Each line in the entries below that holds the word "step" belongs in the answer.

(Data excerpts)
%%

//! Tests of the contract crate, in one binary.

mod bad_packages;
mod descriptor;
mod digests;
mod json;
mod limits;
mod npy;
mod packages;
mod reports;
mod round_trip;
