//! Tests of the contract crate, in one binary.

#![allow(
    clippy::unwrap_used,
    clippy::expect_used,
    clippy::panic,
    reason = "a test fails by panicking"
)]

mod bad_packages;
mod descriptor;
mod digests;
mod json;
mod limits;
mod npy;
mod packages;
mod reports;
mod round_trip;
mod wrong_values;
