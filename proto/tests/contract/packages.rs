//! Small packages that the tests share: invented crystals, no physics in them.

use tarehouse_proto::package::npy;

/// Manifest of a crystal of two invented diatomic molecules in a skewed cell, in a non-diagonal supercell of two cells.
pub(crate) const MANIFEST: &str = r#"format = "tarehouse-package/1"

[identity]
compound = "fluoric nitride"
formula = "F N"
form = "II"
formula_units = 2

[crystal]
cell_vectors = [[5.0, 0.0, 0.0], [0.5, 6.0, 0.0], [0.25, -0.5, 7.0]]
length_unit = "angstrom"
elements = ["N", "F", "N", "F"]
positions = [[0.0, 0.0, 0.0], [0.25, 0.0, 0.0], [0.5, 0.5, 0.5], [0.75, 0.5, 0.5]]

[constants]
file = "constants.npy"
unit = "eV/angstrom^2"
supercell = [[1, 1, 0], [-1, 1, 0], [0, 0, 1]]
translations = [[0, 0, 0], [1, 0, 0]]
first_index = "displaced"
displaced = "all"
raw = true

[energy]
lattice_energy = -40.5
unit = "eV"
"#;

/// Atoms in the cell of [`MANIFEST`].
pub(crate) const ATOMS: usize = 4;
/// Shape of its constants.
pub(crate) const SHAPE: [u64; 5] = [2, 4, 3, 4, 3];

/// Distinct values, so that every mix-up shows.
pub(crate) fn values() -> Vec<f64> {
    (0..288).map(|k| f64::from(k) * 0.125 - 7.0).collect()
}

/// The constants file of [`MANIFEST`].
pub(crate) fn constants() -> Vec<u8> {
    npy::write(&SHAPE, &values())
}

/// The manifest with one piece of its text replaced; the piece must be there exactly once.
pub(crate) fn with(old: &str, new: &str) -> String {
    assert_eq!(MANIFEST.matches(old).count(), 1, "{old}");
    MANIFEST.replace(old, new)
}
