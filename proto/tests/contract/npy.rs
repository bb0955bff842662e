//! The array reader against files by another hand, and against broken ones.

use std::io::Write as _;

use npyz::WriterBuilder as _;
use proptest::prelude::*;
use tarehouse_proto::package::npy::{self, NpyError};

/// A file with any header text.
fn with_header(version: u8, header: &str, data: &[u8]) -> Vec<u8> {
    let mut bytes = b"\x93NUMPY".to_vec();
    bytes.extend([version, 0]);
    if version == 1 {
        bytes.extend(u16::try_from(header.len()).unwrap().to_le_bytes());
    } else {
        bytes.extend(u32::try_from(header.len()).unwrap().to_le_bytes());
    }
    bytes.extend(header.as_bytes());
    bytes.write_all(data).unwrap();
    bytes
}

fn header(descr: &str, order: &str, shape: &str) -> String {
    format!("{{'descr': {descr}, 'fortran_order': {order}, 'shape': {shape}, }}\n")
}

#[test]
fn files_of_another_writer_are_read() {
    // The npyz crate is the other hand.
    let mut bytes = Vec::new();
    let mut writer = npyz::WriteOptions::new()
        .default_dtype()
        .shape(&[2, 1, 3])
        .writer(&mut bytes)
        .begin_nd()
        .unwrap();
    writer
        .extend([1.5_f64, -2.0, 1e-300, 4.0, 5.0, -0.0])
        .unwrap();
    writer.finish().unwrap();
    let array = npy::read(&bytes, Some(&[2, 1, 3])).unwrap();
    assert_eq!(array.values, [1.5, -2.0, 1e-300, 4.0, 5.0, -0.0]);
}

#[test]
fn another_reader_reads_our_files() {
    for shape in [vec![], vec![3], vec![2, 3], vec![1, 2, 3, 1, 2]] {
        let count: u64 = shape.iter().product();
        let values: Vec<f64> = (0..count).map(|k| k as f64 / 3.0).collect();
        let bytes = npy::write(&shape, &values);
        assert_eq!((bytes.len() - values.len() * 8) % 64, 0);
        let file = npyz::NpyFile::new(bytes.as_slice()).unwrap();
        assert_eq!(file.shape(), shape);
        assert_eq!(file.into_vec::<f64>().unwrap(), values);
    }
}

#[test]
fn all_three_versions_are_read() {
    let data = 2.5_f64.to_le_bytes();
    for version in 1..=3 {
        let bytes = with_header(version, &header("'<f8'", "False", "(1,)"), &data);
        assert_eq!(npy::read(&bytes, None).unwrap().values, [2.5]);
    }
    let spaced = "{ \"shape\":(1 , ) ,'fortran_order' :False,\"descr\":'<f8'}   \n";
    assert_eq!(
        npy::read(&with_header(1, spaced, &data), None)
            .unwrap()
            .shape,
        [1]
    );
}

#[test]
fn what_is_not_taken_is_named() {
    let data = 2.5_f64.to_le_bytes();
    let read = |descr: &str, order: &str, shape: &str| {
        npy::read(&with_header(1, &header(descr, order, shape), &data), None).unwrap_err()
    };
    assert_eq!(
        read("'>f8'", "False", "(1,)"),
        NpyError::BigEndian(">f8".to_owned())
    );
    assert_eq!(
        read("'|O'", "False", "(1,)"),
        NpyError::Objects("|O".to_owned())
    );
    assert_eq!(
        read("'<f4'", "False", "(1,)"),
        NpyError::Type("<f4".to_owned())
    );
    assert_eq!(
        read("'<c16'", "False", "(1,)"),
        NpyError::Type("<c16".to_owned())
    );
    assert_eq!(
        read("[('a', '<f8')]", "False", "(1,)"),
        NpyError::Structured
    );
    assert_eq!(read("'<f8'", "True", "(1,)"), NpyError::FortranOrder);
    assert_eq!(
        read("'<f8'", "False", "(2,)"),
        NpyError::Truncated {
            found: 8,
            expected: 16
        }
    );
    assert_eq!(read("'<f8'", "False", "(0,)"), NpyError::Trailing(8));
    let absurd = [u64::MAX, u64::MAX];
    let text = format!("({}, {})", absurd[0], absurd[1]);
    assert_eq!(
        read("'<f8'", "False", &text),
        NpyError::ShapeAbsurd(absurd.to_vec())
    );
    let huge = "(1000000000000,)";
    let expected = 8_000_000_000_000;
    assert_eq!(
        read("'<f8'", "False", huge),
        NpyError::Truncated { found: 8, expected }
    );
    for (order, shape) in [
        ("False", "(-1,)"),
        ("False", "[1]"),
        ("False", "(1.0,)"),
        ("None", "(1,)"),
        ("False", "((1,),)"),
        ("False", "(1,1,1,1,1,1,1,1,1)"),
    ] {
        assert!(
            matches!(read("'<f8'", order, shape), NpyError::Header(_)),
            "{order} {shape}"
        );
    }
}

#[test]
fn broken_headers_are_named() {
    assert_eq!(npy::read(b"PK\x03\x04", None), Err(NpyError::Magic));
    assert_eq!(npy::read(b"", None), Err(NpyError::Magic));
    assert_eq!(
        npy::read(b"\x93NUMPY\x04\x00\x00\x00", None),
        Err(NpyError::Version(4, 0))
    );
    // A header that announces 4 GiB is refused before anything is allocated.
    let announced = b"\x93NUMPY\x02\x00\xff\xff\xff\xff";
    assert_eq!(
        npy::read(announced, None),
        Err(NpyError::HeaderSize(u64::from(u32::MAX)))
    );
    let deep = format!("{{'shape': {}", "(".repeat(4000));
    assert!(matches!(
        npy::read(&with_header(1, &deep, b""), None),
        Err(NpyError::Header(_))
    ));
    let twice = "{'descr': '<f8', 'descr': '<f8', 'fortran_order': False, 'shape': ()}";
    assert!(matches!(
        npy::read(&with_header(1, twice, b""), None),
        Err(NpyError::Header(_))
    ));
    let whole = npy::write(&[2], &[1.0, 2.0]);
    for length in 0..whole.len() {
        assert!(npy::read(&whole[..length], None).is_err(), "{length}");
    }
}

proptest! {
    #[test]
    fn bytes_never_break_the_reader(bytes in proptest::collection::vec(any::<u8>(), 0..200)) {
        let mut framed = b"\x93NUMPY\x01\x00".to_vec();
        framed.extend(&bytes);
        prop_assert!(npy::read(&bytes, None).is_err());
        if let Ok(array) = npy::read(&framed, None) {
            prop_assert_eq!(npy::data_bytes(&array.shape), Some(8 * array.values.len() as u64));
        }
    }

    #[test]
    fn a_changed_byte_never_breaks_the_reader(at in 0_usize..144, byte in any::<u8>()) {
        let mut bytes = npy::write(&[2], &[1.0, 2.0]);
        bytes[at] = byte;
        if let Ok(array) = npy::read(&bytes, None) {
            prop_assert_eq!(npy::data_bytes(&array.shape), Some(8 * array.values.len() as u64));
        }
    }
}
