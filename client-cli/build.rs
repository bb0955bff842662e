//! Builds anew when the embedded demo packages change.

fn main() {
    println!("cargo::rerun-if-changed=../demo-data/packages");
}
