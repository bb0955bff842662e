//! Tables of wrong values: one fault each, with its place and words.

use crate::bad_packages::one;
use crate::packages::{MANIFEST, with};

/// What stands in the manifest => what stands there instead => key of the fault => words of its message.
/// `\n` is a new line.
const REPLACED: &str = r#"
package/1 => package/2 => format => tarehouse-package/1
"fluoric nitride" => "" => identity.compound => must not be empty
"fluoric nitride" => "x " => identity.compound => end with a blank
"fluoric nitride" => "a\u001b[2J" => identity.compound => U+001B
"F N" => "F Xx" => identity.formula => Xx
formula_units = 2 => formula_units = 0 => identity.formula_units => between 1 and
formula_units = 2 => formula_units = 2.0 => identity.formula_units => an integer
"angstrom" => "angstroem" => crystal.length_unit => did you mean "angstrom"
[5.0, 0.0, 0.0] => [5.0, nan, 0.0] => crystal.cell_vectors[0][1] => not finite
[5.0, 0.0, 0.0] => [5.0, 0.0] => crystal.cell_vectors[0] => exactly 3
[5.0, 0.0, 0.0] => [1001.0, 0.0, 0.0] => crystal.cell_vectors[0] => at most 1000
"N", "F"] => "N", "Fo"] => crystal.elements[3] => "Fo" is not an element
[0.75, 0.5, 0.5] => [0.75, 0.5, true] => crystal.positions[3][2] => a number
[0.75, 0.5, 0.5] => [0.75, 0.5, inf] => crystal.positions[3][2] => not finite
[0.75, 0.5, 0.5] => [0.75, 0.5, 1e9] => crystal.positions[3][2] => between
, [0.75, 0.5, 0.5] =>  => crystal.positions => 4 elements, but 3 positions
constants.npy => ../constants.npy => constants.file => plain file name
constants.npy => constants.txt => constants.file => ending in .npy
eV/angstrom^2 => eV/A^2 => constants.unit => hartree/bohr^2
[-1, 1, 0] => [1, 1, 0] => constants.supercell => singular
[-1, 1, 0] => [-1, 1025, 0] => constants.supercell[1][1] => between
[1, 0, 0]]\n => [-9223372036854775808, 0, 0]]\n => constants.translations[1][0] => not between
[1, 0, 0]]\n => [1, 1, 0]]\n => constants.translations[1] => the same modulo
, [1, 0, 0]]\n => ]\n => constants.translations => determinant ±2
raw = true => raw = false => constants.raw => say in `enforced`
raw = true => raw = true\nenforced = ["space-group"] => constants.raw => names conditions
raw = true => raw = false\nenforced = ["sum"] => constants.enforced[0] => translation-sum
-40.5 => -inf => energy.lattice_energy => not finite
unit = "eV"\n => unit = "ev"\n => energy.unit => did you mean "eV"
"#;

/// What is appended to the manifest => key of the fault => words of its message.
const APPENDED: &str = r#"
[settings]\nkind = "dtf" => settings.kind => did you mean "dft"
[settings]\nstress_gpa = [[1,0,0],[0,1,0]] => settings.stress_gpa => exactly 3
[settings]\norbital_cutoff_ev = -1 => settings.orbital_cutoff_ev => between 0
[claims]\nfree_energy = [[300.0]] => claims.free_energy[0] => exactly 2
[claims]\nfree_energy = [[-1.0, 2.0]] => claims.free_energy[0][0] => between 0
[dielectric]\npermittivity = [[1,0,0],[0,1,0],[0,0,1]] => dielectric.effective_charges => both or neither
[[component]]\nname = "a"\nformula = "F2 N"\ncount = 1 => component => add up to F2 N, not to F N
[[component]]\nname = "a"\nformula = "F N" => component[0].count => missing
"#;

/// Rows of a table.
fn rows<const N: usize>(table: &str) -> Vec<[String; N]> {
    table
        .lines()
        .filter(|line| !line.is_empty())
        .map(|line| {
            let cells: Vec<String> = line.split(" => ").map(|c| c.replace("\\n", "\n")).collect();
            cells.try_into().expect(line)
        })
        .collect()
}

#[test]
fn replaced_values_are_named() {
    let rows = rows(REPLACED);
    assert_eq!(rows.len(), 29);
    for [old, new, key, words] in rows {
        one(&with(&old, &new), &key, &words);
    }
}

#[test]
fn appended_tables_are_read_strictly() {
    let rows = rows(APPENDED);
    assert_eq!(rows.len(), 8);
    for [more, key, words] in rows {
        one(&format!("{MANIFEST}\n{more}\n"), &key, &words);
    }
}
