//! The package digest, against its definition written out byte by byte.

use tarehouse_proto::convert::{digest_from_hex, digest_to_hex};
use tarehouse_proto::package::{ArrayIdentity, package_digest};

#[test]
fn the_digest_is_the_one_defined() {
    let (b, a) = (b"bbbb".as_slice(), b"a".as_slice());
    let mut expected = b"tarehouse-package/1\n".to_vec();
    expected.extend(b"x = 1\n");
    for (name, bytes) in [("a.npy", a), ("b.npy", b)] {
        expected.extend([5, 0, 0, 0, 0, 0, 0, 0]);
        expected.extend(name.as_bytes());
        expected.extend([u8::try_from(bytes.len()).unwrap(), 0, 0, 0, 0, 0, 0, 0]);
        expected.extend(blake3::hash(bytes).as_bytes());
    }
    let arrays = [ArrayIdentity::of("b.npy", b), ArrayIdentity::of("a.npy", a)];
    let digest = package_digest(b"x = 1\n", &arrays);
    assert_eq!(digest, *blake3::hash(&expected).as_bytes());
    let other = package_digest(b"x = 2\n", &arrays);
    assert_ne!(digest, other);
}

#[test]
fn hexadecimal_goes_both_ways() {
    let digest: [u8; 32] = std::array::from_fn(|k| u8::try_from(k * 8 + 3).unwrap());
    let text = digest_to_hex(&digest);
    assert!(text.starts_with("030b131b"), "{text}");
    assert_eq!(digest_from_hex(&text), Some(digest));
    for bad in [
        &text[1..],
        &text.to_uppercase(),
        &format!("{text}00"),
        "",
        &text.replace('0', "g"),
    ] {
        assert_eq!(digest_from_hex(bad), None, "{bad}");
    }
}
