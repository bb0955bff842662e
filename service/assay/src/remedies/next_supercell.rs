//! The next supercell worth computing: which axis to lengthen, how many atoms it takes, and whether it samples the wave
//! vectors of the clusters that are still open.

use nalgebra::Vector3;
use tarehouse_physics::Supercell;

use crate::workup::Workup;

/// A candidate with what it costs and how near it comes to the open wave vectors.
struct Candidate {
    axes: Vec<usize>,
    supercell: Supercell,
    /// Largest distance of an open wave vector from the nearest sampled one, Å⁻¹.
    miss_per_ang: f64,
}

/// Words that name the axis, the matrix and the atom count. `open` are wave vectors in fractional reciprocal coordinates.
pub(crate) fn advice(workup: &Workup<'_>, open: &[[f64; 3]]) -> String {
    let candidates = candidates(workup, open);
    let Some(best) = best(workup, candidates, open) else {
        return "use a larger supercell".to_owned();
    };
    let atoms = best.supercell.cell_count() * workup.crystal.atom_count();
    let axes: Vec<&str> = best
        .axes
        .iter()
        .map(|axis| ["first", "second", "third"][*axis])
        .collect();
    let vectors = if axes.len() == 1 { "vector" } else { "vectors" };
    let mut words = format!(
        "double the supercell along its {} {vectors}: {:?}, {atoms} atoms",
        axes.join(" and "),
        best.supercell.matrix()
    );
    if !open.is_empty() {
        let spacing = workup.limits.mesh.spacing_per_angstrom;
        if best.miss_per_ang < 1e-6 {
            words.push_str("; it samples the open clusters themselves and decides them");
        } else if best.miss_per_ang < spacing {
            words.push_str("; it samples wave vectors beside the open clusters");
        } else {
            words.push_str("; it narrows the open clusters without sampling them");
        }
    }
    words
}

/// The present supercell with one, two or three of its vectors doubled.
fn candidates(workup: &Workup<'_>, open: &[[f64; 3]]) -> Vec<Candidate> {
    let present = workup.projected.supercell();
    (1..8_usize)
        .filter_map(|subset| {
            let axes: Vec<usize> = (0..3).filter(|axis| subset >> axis & 1 == 1).collect();
            let mut matrix = *present.matrix();
            for axis in &axes {
                matrix[*axis] = matrix[*axis].map(|x| 2 * x);
            }
            let supercell = Supercell::with_default_translations(matrix).ok()?;
            let miss_per_ang = open
                .iter()
                .map(|q| distance_to_sampled(workup, &supercell, q))
                .fold(0.0, f64::max);
            Some(Candidate {
                axes,
                supercell,
                miss_per_ang,
            })
        })
        .collect()
}

/// Without open clusters the one that lengthens the shortest vector; else the smallest that samples them all, and failing
/// that the one that comes nearest for its size.
fn best(workup: &Workup<'_>, candidates: Vec<Candidate>, open: &[[f64; 3]]) -> Option<Candidate> {
    let vectors = workup.projected.supercell().vectors(workup.crystal.cell());
    let length = |axis: &usize| vectors.row(*axis).norm();
    let shortest = |c: &Candidate| c.axes.iter().map(length).fold(0.0, f64::max);
    let key = |c: &Candidate| {
        let size = c.supercell.cell_count() as f64;
        if open.is_empty() {
            (size, shortest(c))
        } else {
            (c.miss_per_ang, size)
        }
    };
    candidates.into_iter().min_by(|a, b| {
        let (a, b) = (key(a), key(b));
        a.0.total_cmp(&b.0).then(a.1.total_cmp(&b.1))
    })
}

/// Distance of a wave vector from the nearest commensurate one, Å⁻¹.
fn distance_to_sampled(workup: &Workup<'_>, supercell: &Supercell, q: &[f64; 3]) -> f64 {
    let reciprocal = workup.crystal.reciprocal();
    let q = Vector3::from(*q);
    supercell
        .commensurate_points()
        .iter()
        .map(|point| {
            let difference = (q - point).map(|x| x - x.round());
            reciprocal.tr_mul(&difference).norm()
        })
        .fold(f64::INFINITY, f64::min)
}
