class SlackDraws:
    """Integrals over the best or the lowest eligible bidder of a slack draw.

    With x the position of that bidder below the reserve (its tail probability over the reserve's), the variable is
    ``E = -n log(1 - chance * distance)``, distance x for the best and 1 - x for the lowest: then ``exp(-E) dE`` is the
    chance that one bidder sits there and nobody else further out, and what remains is a binomial count.
    """

    def __init__(self, sizes: Sizes, place: Place, share: float, resolution: Resolution) -> None:
        self.place, self.share, self.sizes, self.resolution = place, share, sizes, resolution
        self.n, self.k = sizes.bidders[:, None], sizes.units[:, None]
        self.chance, self.rest = sizes.chance, sizes.chance_not
        with np.errstate(divide="ignore"):
            log_none = np.log1p(-self.chance) if self.chance < 0.5 else np.log(self.rest)  # noqa: PLR2004
        self.end = -sizes.bidders * log_none
        self.start = np.zeros_like(self.end)
        self.stop = np.minimum(self.end, EXPONENT + 6.0)

    def _panels(self, knots_at: list[Floats], growth: float = 0.0) -> Iterator[tuple[Floats, Floats, Floats]]:
        """Exponential nodes, their distance to the end and nested weights, panel by panel between knots (cells,)."""
        edges = [self.start, *(np.clip(knot, self.start, self.stop) for knot in knots_at), self.stop]
        for left, right in pairwise(edges):
            from_left, from_right, weight = finite(left, right, self.resolution.slack, growth)
            at = left[:, None] + from_left
            to_end = (self.end - right)[:, None] + from_right
            yield at, to_end, nested(weight * np.exp(-at))

    def _total(self, amount: Floats, weights: Floats) -> tuple[Floats, Floats]:
        value, error = settled(amount, weights)
        return value, error + 1e-13 * np.abs(value)

    def best(self, functional: Functional) -> tuple[Floats, Floats]:
        """Return the best eligible bidder's amount and its error."""
        value, error = np.zeros_like(self.stop), np.zeros_like(self.stop)
        knots = [-self.sizes.bidders * np.log1p(-self.sizes.turnout * knot) for knot in self.sizes.knots]
        for exponent, _, weights in self._panels(knots):
            reached = -np.expm1(-exponent / self.n)
            ratio = np.log(self.chance / reached)
            left = np.exp(-exponent / self.n)
            others = binomial_at_most(
                self.k - 1, self.n - 1, np.maximum(self.chance - reached, 0.0) / left, self.rest / left
            )
            amount = functional.amount(Ranked(self.place, self.share, winner=np.maximum(ratio, 0.0)))
            more, more_error = self._total(amount * others, weights)
            value, error = value + more, error + more_error
        return value, error

    def _lowest_nodes(self, growth: float = 0.0) -> Iterator[tuple[Floats, Floats, Floats, Floats]]:
        """(log ratio up to the lowest, chance of another further up, its complement, nested weights)."""
        knots = [
            -self.sizes.bidders * np.log1p(-self.sizes.turnout * (self.sizes.eligible[0] - knot))
            for knot in reversed(self.sizes.knots)
        ]
        for exponent, to_end, weights in self._panels(knots, growth):
            outside = -np.expm1(-exponent / self.n)
            kept = np.exp(-exponent / self.n)
            inside = np.where(
                outside < 0.5 * self.chance,
                self.chance - outside,
                self.rest * np.expm1(np.minimum(to_end / self.n, 700.0)),
            )
            ratio = np.where(
                outside < 0.5 * self.chance,
                -np.log1p(-np.minimum(outside / self.chance, 0.5)),
                np.log(self.chance / np.maximum(inside, 1e-300)),
            )
            yield ratio, inside / kept, self.rest / kept, weights

    def lowest(self, functional: Functional) -> tuple[Floats, Floats]:
        """Return the lowest eligible bidder's amount and its error."""
        value, error = np.zeros_like(self.stop), np.zeros_like(self.stop)
        for ratio, more, less, weights in self._lowest_nodes():
            others = binomial_at_most(self.k - 1, self.n - 1, more, less)
            amount = functional.amount(Ranked(self.place, self.share, lowest=ratio))
            part, part_error = self._total(amount * others, weights)
            value, error = value + part, error + part_error
        return value, error

    def sum_of_lowest(self, functional: Functional) -> tuple[Floats, Floats]:
        """Return the number of winners times an amount of the lowest."""
        growth = self.sizes.growth
        value, error = np.zeros_like(self.stop), np.zeros_like(self.stop)
        for ratio, more, less, weights in self._lowest_nodes(growth):
            # contested draws here are those whose k-th bid is at least the reserve: at most k - 1 remain
            first = binomial_at_most(self.k - 2, self.n - 1, more, less)
            rest = (self.n - 1) * more * binomial_at_most(self.k - 3, self.n - 2, more, less)
            amount = functional.amount(Ranked(self.place, self.share, lowest=ratio))
            part, part_error = self._total(amount * (first + rest), weights)
            value, error = value + part, error + part_error
        # one winner alone may sit nearer the end than the grid goes
        unseen = np.exp(-(1.0 - growth) * np.pi * np.sinh(FURTHEST))
        return value, error + unseen * value

    def best_and_lowest(self, functional: Functional) -> tuple[Floats, Floats]:
        """Return an amount of the best and the lowest of at most k - 1 winners; one alone is both."""
        value, error = np.zeros_like(self.stop), np.zeros_like(self.stop)
        for to_lowest, more, less, weights in self._lowest_nodes():
            alone = binomial_at_most(np.minimum(0.0, self.k - 2), self.n - 1, more, less)
            amount = functional.amount(Ranked(self.place, self.share, lowest=to_lowest, winner=np.zeros(1)))
            part, part_error = self._total(amount * alone, weights)
            value, error = value + part, error + part_error
            log_none = np.log1p(-np.minimum(more, 1.0 - 1e-16))
            stop = np.minimum(-(self.n - 1) * log_none, EXPONENT + 6.0)
            exponent, _, panel = finite(np.zeros_like(stop), stop, self.resolution.slack)
            n, k = self.n[..., None], self.k[..., None]
            reached = -np.expm1(-exponent / (n - 1))
            left = np.exp(-exponent / (n - 1))
            ratio = np.maximum(np.log(more[..., None] / reached), 0.0)
            count = binomial_at_most(
                k - 3, n - 2, np.maximum(more[..., None] - reached, 0.0) / left, less[..., None] / left
            )
            deep = Place(self.place.values, self.place.at[..., None], self.place.rest[..., None])
            pair = functional.amount(Ranked(deep, self.share, lowest=to_lowest[..., None], winner=ratio))
            inner = nested(panel * np.exp(-exponent))
            part, part_error = _settle(_fold(pair * count, weights, inner))
            value, error = value + part, error + part_error
        return value, error

    def mean_with_lowest(self, functional: Functional) -> tuple[Floats, Floats]:
        """Mean over the winners of an amount that also looks at the lowest of them."""
        value, error = np.zeros_like(self.stop), np.zeros_like(self.stop)
        for to_lowest, more, less, weights in self._lowest_nodes():
            some = binomial_between(self.k, self.n, more, less) / (self.n * more)
            others = np.maximum(binomial_at_most(self.k - 1, self.n - 1, more, less) - some, 0.0)
            itself = functional.amount(Ranked(self.place, self.share, lowest=to_lowest))
            part, part_error = self._total(itself * some, weights)
            value, error = value + part, error + part_error
            knots = [(np.log(self.place.at / knot) - to_lowest)[..., None] for knot in reversed(self.sizes.knots)]
            to_other, inner = _exponential([np.maximum(k, 0.0) for k in knots], self.resolution)
            deep = Place(self.place.values, self.place.at[..., None], self.place.rest[..., None])
            amount = functional.amount(Ranked(deep, self.share, lowest=to_lowest[..., None], winner=to_other))
            part, part_error = _settle(_fold(amount * others[..., None], weights, inner))
            value, error = value + part, error + part_error
        return value, error
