// Package draw gives random numbers by name instead of by turn: what an object
// draws depends on which object, which process and which draw it is, never on
// what was drawn before.
//
// A stream belongs to a seed, a realisation and a process. Within it a draw is
// named by the object's number, the object's generation and the number of the
// draw. Hence the same answers in any order and with any number of workers,
// and changing one law leaves the draws of every other process as they were
// (common random numbers).
//
// The generator hashes every part of the name before use, because small raw
// keys (1, 99, 12345) left visible correlations between streams:
//
//	key = M(M(M(seed + a) + realisation + b) + H(process))
//	c   = M(key + (generation 2^32 + number) g)     once a column
//	z   = M(c + object φ) xor rotl(c, 32)           once a draw
//	bits at step s = M(z + s σ)                     s = 0 unless a sampler rejects
//
// M is the 64-bit finaliser below, φ, g, σ are odd constants, H is FNV-1a.
// A sampler that rejects takes its next bits from step s + 1 of its own draw,
// so that no other draw shifts.
//
// Every bit this package returns is frozen: a change would silently change
// every result ever published with a seed.
//
// Columns are drawn eight at once where the processor has AVX-512; the bits are
// the same everywhere.
//
// Not for cryptography. Draws of one column do not repeat within 2^64 objects
// by more than chance.
//
// Sources: Stafford (2011), mixing function 13; Steele, Lea and Flood (2014),
// OOPSLA '14, for the additive constant; Fowler, Noll and Vo, FNV-1a; Marsaglia
// and Tsang (2000), J. Stat. Software 5(8), for the ziggurat.
package draw

//go:generate sh -c "go run ./internal/ziggurat > tables.go"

%%

* [WRITTEN REPLY]:
//	bits at step s = M(z + s σ)                     s = 0 unless a sampler rejects
// A sampler that rejects takes its next bits from step s + 1 of its own draw,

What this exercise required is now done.